Considerações finais: 
 
 Estudos recentes vêm se dedicando ao fenômeno dos grupos de jovens 
ou movimentos sociais conservadores. A etnografia longitudinal desenvolvida pelas 
antropólogas Machado & Scalco com jovens que se identificam como bolsonaristas 
nas periferias de Porto Alegre aponta um deslocamento dos jovens outrora 
próximos ao ideário de esquerda, mais apropriadamente petista para as hordas 
bolsonaristas. O trabalho destas antropólogas aponta transmutações e alterações 
no apoio às pautas conservadoras desse eleitorado jovem especialmente quando 
estratificado por gênero. Assim entre os jovens impera certo ressentimento 
especialmente frente ao feminismo e a mudança do papel da mulher na sociedade. 
Por outro lado, as jovens tendem a ter posturas mais moderadas a respeito de 
várias das pautas caras ao regressismo brasileiro. 
Cotejando o trabalho supracitado com os resultados preliminares de meu 
universo de pesquisa eu arriscaria afirmar que parte dos jovens com os quais 
estabeleci relações e que se declaravam “de direita” podem alterar sua posição, 
transmutá-la para outras perspectivas, ponderar escolhas, voltar atrás, reconhecer 
escolhas e equívocos. As pesquisas de Machado & Scalco supracitadas apontam 
mudanças nas percepções e perspectivas políticas de jovens das periferias de 
Porto Alegre. Estes teriam, segundo as autoras, transitado de uma posição política 
à esquerda do espectro político para posições à direita, notadamente bolsonaristas. 
Talvez estejamos defronte de uma onda passageira a ser compreendida pelas 
ciências humanas. As posições regressivas de parcelas das juventudes brasileiras 
podem estar sinalizando uma resposta às provas (MARTUCELLI, 2007a; 2007b) 
que esses segmentos juvenis vem enfrentando no mundo contemporâneo, cuja 
característica é a centralidade no sujeito como ator de sua experiência à revelia das 
instituições que não conseguem responder aos seus papéis sociais (DUBET, 1994). 
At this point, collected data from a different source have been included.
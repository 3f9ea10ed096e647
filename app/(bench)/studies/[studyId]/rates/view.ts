import type { InitialRate, InitialRateOptions, SlopeAtEnd, TraceCounts } from "kinetics-core/initial-rate";
import { printNumber, printUncertain } from "kinetics-core/quantities";
import type { DependenceView } from "@/app/_figures/figure-view";
import type { PrintedNumber } from "@/app/_ui/law-view";
import type { Check, RunAnalysis, StudyAnalysis } from "@/app/_worksheet/analysis";
import { concentrationDisplay, rateDisplay } from "@/app/_worksheet/display-units";
import { lawName } from "@/app/_worksheet/law-name";
import { lawSpecies } from "@/app/_worksheet/present-runs";
import { columnOf, type PrintedColumn } from "@/app/_worksheet/printed-column";
import { rateOptions } from "@/app/_worksheet/run-rate";
import { traceCounts } from "@/app/_worksheet/trace-counts";
import type { Sheet, SheetRun } from "@/db/sheet/sheet.schema";
import { fitInWords, inWords, type ShownTrace } from "./estimate-view";
import { marksOf, type StoredTrace, shownTrace, type TraceMarksView } from "./shown-trace";
import { type TraceScale, traceScale } from "./trace-scale";

/** Plain props of the Rates station: every run's rate, and one run's trace with how its rate came about. */

export interface RatesView {
  readonly rateUnit: string;
  /** Power of ten that the column head carries. */
  readonly ratePower: number;
  readonly rates: PrintedColumn;
  readonly runs: readonly RateRow[];
  /** Sentence about the rule that all windows follow; null without a rule. */
  readonly rule: RuleView | null;
}

export interface RateRow {
  readonly runId: string;
  readonly label: string;
  readonly mark: RunAnalysis["mark"];
  readonly state: RunAnalysis["state"];
  readonly rate: { readonly value: string; readonly uncertainty: string | null } | null;
  readonly origin: "trace" | "by hand" | "entered" | "none";
}

export interface RuleView {
  readonly sentence: string;
  readonly reason: string;
}

export interface RunRateView {
  readonly runId: string;
  readonly label: string;
  /** "Base recipe, [A] 50.0 µmol L^-1, [B] 2.00 mmol L^-1"; prose. */
  readonly recipe: string;
  readonly byHand: boolean;
  readonly setAside: string | null;
  /** Null for a run without a trace. */
  readonly trace: TraceOfRun | null;
  readonly entered: PrintedNumber | null;
  readonly reason: string | null;
  readonly estimators: readonly EstimatorRow[];
  readonly dependence: DependenceView | null;
  /** "Windows that end anywhere from 6 s to 16 s give rates from 1.13 to 1.18."; null where not swept. */
  readonly dependenceInWords: string | null;
  readonly checks: readonly Check[];
  readonly previous: string | null;
  readonly next: string | null;
  /** What the run says of its trace, as it stands in boxes; null for a run without a trace, which has no clock. */
  readonly marks: TraceMarksView | null;
  readonly timeScale: Pick<TraceScale, "timeUnit" | "secondsPerTime">;
}

/** What the browser needs to draw the record, and to preview another window with the same function. */
export interface TraceOfRun {
  readonly sha256: string;
  readonly shown: ShownTrace;
  readonly scale: TraceScale;
  readonly estimate: InitialRate;
  /** Which readings are fitted. */
  readonly counts: TraceCounts;
  /** As the server estimates, but for the window. */
  readonly options: Omit<InitialRateOptions, "window">;
}

export interface EstimatorRow {
  readonly name: string;
  readonly window: string;
  readonly rate: PrintedNumber;
  readonly reported: boolean;
}

export function ratesView(sheet: Sheet, analysis: StudyAnalysis): RatesView {
  const display = rateDisplay(sheet);
  const numbers = analysis.runs.map(({ rate }) =>
    rate.kind === "none"
      ? null
      : {
          value: rate.molarPerSecond * display.factor,
          uncertainty: rate.standardError === null ? null : rate.standardError * display.factor,
        },
  );
  const { power, printed, column } = columnOf(numbers);
  return {
    rateUnit: display.unit,
    ratePower: power,
    rates: column,
    runs: analysis.runs.map((run, index) => ({
      runId: run.runId,
      label: run.label,
      mark: run.mark,
      state: run.state,
      rate: printed[index] ?? null,
      origin: originOf(run),
    })),
    rule: ruleView(analysis),
  };
}

function originOf({ rate }: RunAnalysis): RateRow["origin"] {
  if (rate.kind !== "estimated") return rate.kind;
  return rate.byHand ? "by hand" : "trace";
}

function ruleView({ rule }: StudyAnalysis): RuleView | null {
  if (rule === null) return null;
  const [lower, upper] = PAIR_WORDS[rule.rule.pair];
  return {
    sentence: `Every run is read to ${Math.round(rule.rule.conversionEnd * 100)} % conversion by a ${upper}, with a ${lower} to judge its bias.`,
    reason: rule.reason,
  };
}

const PAIR_WORDS = {
  "line-quadratic": ["straight line", "second-degree polynomial"],
  "quadratic-cubic": ["second-degree polynomial", "third-degree polynomial"],
  "cubic-quartic": ["third-degree polynomial", "fourth-degree polynomial"],
  "exponential-general": ["single exponential", "general-order integrated law"],
} as const;

/**
 * The run that the address names by its label; where it names none, the first standing one, else the first. Null
 * where there is no such run: another one in its place would be taken for it.
 */
export function selectRun(analysis: StudyAnalysis, label: string | undefined): RunAnalysis | null {
  if (label !== undefined) return analysis.runs.find((run) => run.label === label) ?? null;
  return analysis.runs.find((run) => run.state === "standing") ?? analysis.runs[0] ?? null;
}

export function runRateView(
  sheet: Sheet,
  analysis: StudyAnalysis,
  selected: RunAnalysis,
  stored: StoredTrace | null,
  sweep: readonly SlopeAtEnd[],
): RunRateView {
  const row = sheet.runs.find((run) => run.id === selected.runId);
  const scale = traceScale(sheet);
  const { rate } = selected;
  const at = analysis.runs.indexOf(selected);
  const estimate: InitialRate | null = rate.kind === "estimated" ? rate.initialRate : null;
  const shown = stored === null || row === undefined ? null : shownTrace(selected, row, scale, stored);
  const display = rateDisplay(sheet);
  return {
    runId: selected.runId,
    label: selected.label,
    recipe: recipeInWords(sheet, selected, row),
    byHand: row !== undefined && row.window !== null,
    setAside: row?.setAside?.reason ?? null,
    trace:
      shown === null || row === undefined || row.trace === null || estimate === null
        ? null
        : {
            sha256: row.trace.sha256,
            shown,
            scale,
            estimate,
            counts: traceCounts(row),
            options: rateOptions(sheet, { ...row, window: null }, analysis.rule?.rule ?? null),
          },
    entered:
      rate.kind === "entered"
        ? printUncertain(
            rate.molarPerSecond * display.factor,
            rate.standardError === null ? null : rate.standardError * display.factor,
          )
        : null,
    reason: rate.kind === "none" ? rate.reason : null,
    estimators: estimatorRows(scale, estimate),
    ...dependenceOf(scale, estimate, sweep),
    checks: analysis.checks.filter((check) => check.runId === selected.runId),
    previous: analysis.runs[at - 1]?.label ?? null,
    next: analysis.runs[at + 1]?.label ?? null,
    marks: row === undefined || stored === null ? null : marksOf(row, scale, stored),
    timeScale: { timeUnit: scale.timeUnit, secondsPerTime: scale.secondsPerTime },
  };
}

function recipeInWords(sheet: Sheet, { mark }: RunAnalysis, row: SheetRun | undefined): string {
  const amounts = lawSpecies(sheet).flatMap((species) => {
    const molar = row?.concentrations[species.id]?.molar;
    if (molar === undefined) return [];
    const display = concentrationDisplay(species.unit);
    return [`[${lawName(species)}] ${printNumber(molar * display.factor, 3)} ${display.unit}`];
  });
  return [mark.series === "base" ? (mark.repeat ? "Base recipe again" : "Base recipe") : "", ...amounts]
    .filter((part) => part !== "")
    .join(", ");
}

function estimatorRows(scale: TraceScale, estimate: InitialRate | null): readonly EstimatorRow[] {
  const { rateFactor } = scale;
  if (estimate === null || estimate.status !== "found" || rateFactor === null) return [];
  const row = (
    one: Pick<typeof estimate, "estimator" | "degree" | "window" | "slope" | "standardError">,
  ) => ({
    name: fitInWords(one).replace(", slope at mixing", ""),
    window: one.window.map((at) => Number((at / scale.secondsPerTime).toPrecision(3))).join(" to "),
    rate: printUncertain(one.slope * rateFactor, Math.abs(one.standardError * rateFactor)),
  });
  return [
    { ...row(estimate), reported: true },
    ...estimate.alternatives.map((one) => ({ ...row(one), reported: false })),
  ];
}

/** Standard error, as a part of the reported slope, up to which a window is drawn. */
const TELLING_PART = 0.25;

function dependenceOf(
  scale: TraceScale,
  estimate: InitialRate | null,
  sweep: readonly SlopeAtEnd[],
): Pick<RunRateView, "dependence" | "dependenceInWords"> {
  const { rateFactor } = scale;
  if (estimate === null || estimate.status !== "found" || rateFactor === null)
    return { dependence: null, dependenceInWords: null };
  // Windows too short to say anything would flatten the rest of the figure.
  const telling = sweep.filter((one) => one.standardError <= TELLING_PART * Math.abs(estimate.slope));
  const points = telling.map(({ end, slope, standardError }) => {
    const y = slope * rateFactor;
    const error = Math.abs(standardError * rateFactor);
    return { x: end / scale.secondsPerTime, y, low: y - error, high: y + error };
  });
  if (points.length < 2) return { dependence: null, dependenceInWords: null };
  const chosen = {
    x: estimate.window[1] / scale.secondsPerTime,
    y: estimate.slope * rateFactor,
  };
  return {
    dependence: {
      x: { quantity: "window end", unit: scale.timeUnit },
      y: { quantity: "initial rate", unit: scale.rateUnit },
      points,
      chosen,
    },
    dependenceInWords: spreadInWords(scale, points, chosen.x),
  };
}

/** Over windows from about half to twice the chosen length: what a person might have picked instead. */
function spreadInWords(
  scale: TraceScale,
  points: readonly { readonly x: number; readonly y: number; readonly low: number }[],
  chosen: number,
): string | null {
  const near = points.filter((point) => point.x >= chosen / 2 && point.x <= chosen * 2);
  const first = near[0];
  const last = near.at(-1);
  if (first === undefined || last === undefined || near.length < 2) return null;
  const rates = near.map((point) => point.y);
  const spread = Math.max(...rates) - Math.min(...rates);
  const print = (value: number) => inWords({ ...printUncertain(value, spread || null), uncertainty: null });
  const time = (value: number) => `${Number(value.toPrecision(2))} ${scale.timeUnit}`;
  return `Windows that end anywhere from ${time(first.x)} to ${time(last.x)} give rates from ${print(
    Math.min(...rates),
  )} to ${print(Math.max(...rates))}.`;
}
No entanto, é necessário atentar para as particularidades da realidade brasileira. 
Muitos jovens não experimentaram os frutos oriundos das políticas públicas 
desenvolvidas nos governos progressistas. Pelo contrário, seguiram em empregos 
 
precários e mal remunerados e quando cursaram o ensino superior o fizeram em 
instituições que lhes ofertaram um ensino de baixa qualidade que não lhes permitiu 
galgar posições de prestígio na rígida estrutura social brasileira (ALMEIDA, 2014). 
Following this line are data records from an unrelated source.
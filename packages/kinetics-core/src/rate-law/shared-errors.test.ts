import { randomDraws } from "kinetics-core/random";
import { nineRuns, simulateRuns } from "kinetics-core/simulation";
import { describe, expect, it } from "vitest";
import { fitRateLaw } from "./fit-rate-law";
import type { RateLawFit, RateLawInput, SharedUncertainty } from "./rate-law";
import { effectOf, loadingOf, sharedErrors } from "./shared-errors";
import { usableRuns } from "./usable-runs";

const study = simulateRuns(nineRuns, randomDraws(8).normal);
const labels = study.runs.map((run) => run.label);

function law(shared: readonly SharedUncertainty[]): RateLawFit {
  const result = fitRateLaw({ ...study, shared });
  if (result.status !== "fitted") throw new Error(result.message);
  return result;
}

const everywhere = (factors: Readonly<Record<string, number>>) =>
  Object.fromEntries(labels.map((label) => [label, factors]));

describe("an error that moves concentrations by factors of their own", () => {
  it("is the plain one where every factor is 1", () => {
    const plain = law([{ species: ["A"], relative: 0.02 }]);
    const factored = law([{ species: ["A"], relative: 0.02, factors: everywhere({ A: 1 }) }]);
    expect(factored.logRateConstant.standardError ?? 0).toBeCloseTo(
      plain.logRateConstant.standardError ?? 1,
      9,
    );
    expect(factored.orders.A?.standardError ?? 0).toBeCloseTo(plain.orders.A?.standardError ?? 1, 9);
  });

  it("is half the error where every factor is a half", () => {
    const half = law([{ species: ["A"], relative: 0.01 }]);
    const factored = law([{ species: ["A"], relative: 0.02, factors: everywhere({ A: 0.5 }) }]);
    expect(factored.budget.at(-1)?.relative).toBeCloseTo(half.budget.at(-1)?.relative ?? 1, 9);
  });

  it("moves ln v of each run by −Σ n·factor, and the rate itself by one whole", () => {
    const input: RateLawInput = {
      ...study,
      shared: [
        {
          species: ["A", "B"],
          onRate: true,
          relative: 0.1,
          runs: ["R01", "R02"],
          factors: { R01: { A: 0.25, B: -0.5 } },
        },
      ],
    };
    const { errors } = sharedErrors(input, usableRuns(input).runs);
    const [error] = errors;
    if (error === undefined) throw new Error("no error");
    // Orders 1 and 2: 1 − (0.25 − 1) in the first run, 1 − 3 in the second, whose factors are 1.
    expect([effectOf(error, [1, 2], 0), effectOf(error, [1, 2], 1)]).toEqual([1.75, -2]);
    const loading = loadingOf(error, [1, 2], 3);
    expect(loading[0]).toBeCloseTo(0.175, 14);
    expect(loading[1]).toBeCloseTo(-0.2, 14);
    expect(loading[2]).toBe(0);
  });

  it("reaches an averaged run through any of its readings", () => {
    const runs = study.runs.map((run, j) => (j === 1 || j === 7 ? { ...run, mixture: "M" } : run));
    const input: RateLawInput = {
      ...study,
      runs,
      shared: [{ species: ["A"], relative: 0.1, runs: ["R08"], factors: { R08: { A: 0.5 } } }],
    };
    const { errors } = sharedErrors(input, usableRuns(input).runs);
    expect(errors[0]?.runs).toEqual([1]);
    expect(errors[0]?.factors).toEqual([[0.5]]);
  });
});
Finalizando, acredito que a noção de “deriva” desenvolvida por Matza 
(2014) pode contribuir para o entendimento das percepções e posições políticas 
dos segmentos regressivos das juventudes brasileiras. Ao desenvolver essa noção 
Matza nos aponta para o caráter contingente e transitório das escolhas juvenis em 
relação ao universo das legalidades e da delinquência. Por óbvio os grupos 
políticos regressivos não se filiam, necessariamente, ao universo delinquente. 
Embora alguns grupos encontrem suas referências no mundo das ilegalidades. 
Parece-me promissor, ou pelo menos alentador, que ao nos debruçarmos sobre os 
grupos de jovens conservadores ou regressistas, compreender suas posições e 
percepções políticas como manifestações cambiantes, transitórias e 
contingenciais. Parafraseando WRIGHT MILLS (1975) eu diria que trabalhar com 
os jovens e suas inquietudes e posições políticas exige mais do que imaginação 
sociológica, é imperativo que se tenha esperança.